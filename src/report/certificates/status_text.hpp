#pragma once
// The standing of a certificate (draft, approved, superseded, withdrawn) in words. The status is not part of the
// stored content: it is read from events and shown beside it in every rendering (report/certificates/document).
#include <nlohmann/json.hpp>
#include <string>

namespace plumb::report {

/// The standing today in one sentence: "DRAFT, not yet approved: ...", "APPROVED by Q. Manager on ... (\"meaning\").",
/// "SUPERSEDED by certificate BC-2026-0002 on ... (correction recorded by ...: reason). ...", "WITHDRAWN on ...".
std::string certificate_status_line(const nlohmann::json& status);
/// One short line for a page header: "SUPERSEDED by BC-2026-0002, no longer valid", "APPROVED by Q. Manager on
/// 2026-12-02", "DRAFT, not approved".
std::string certificate_status_summary(const nlohmann::json& status);

}  // namespace plumb::report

* * *

> _Brief_:
Filter the entries and keep only the lines holding "namespace".

> _Your response_:
namespace plumb::report {
}  // namespace plumb::report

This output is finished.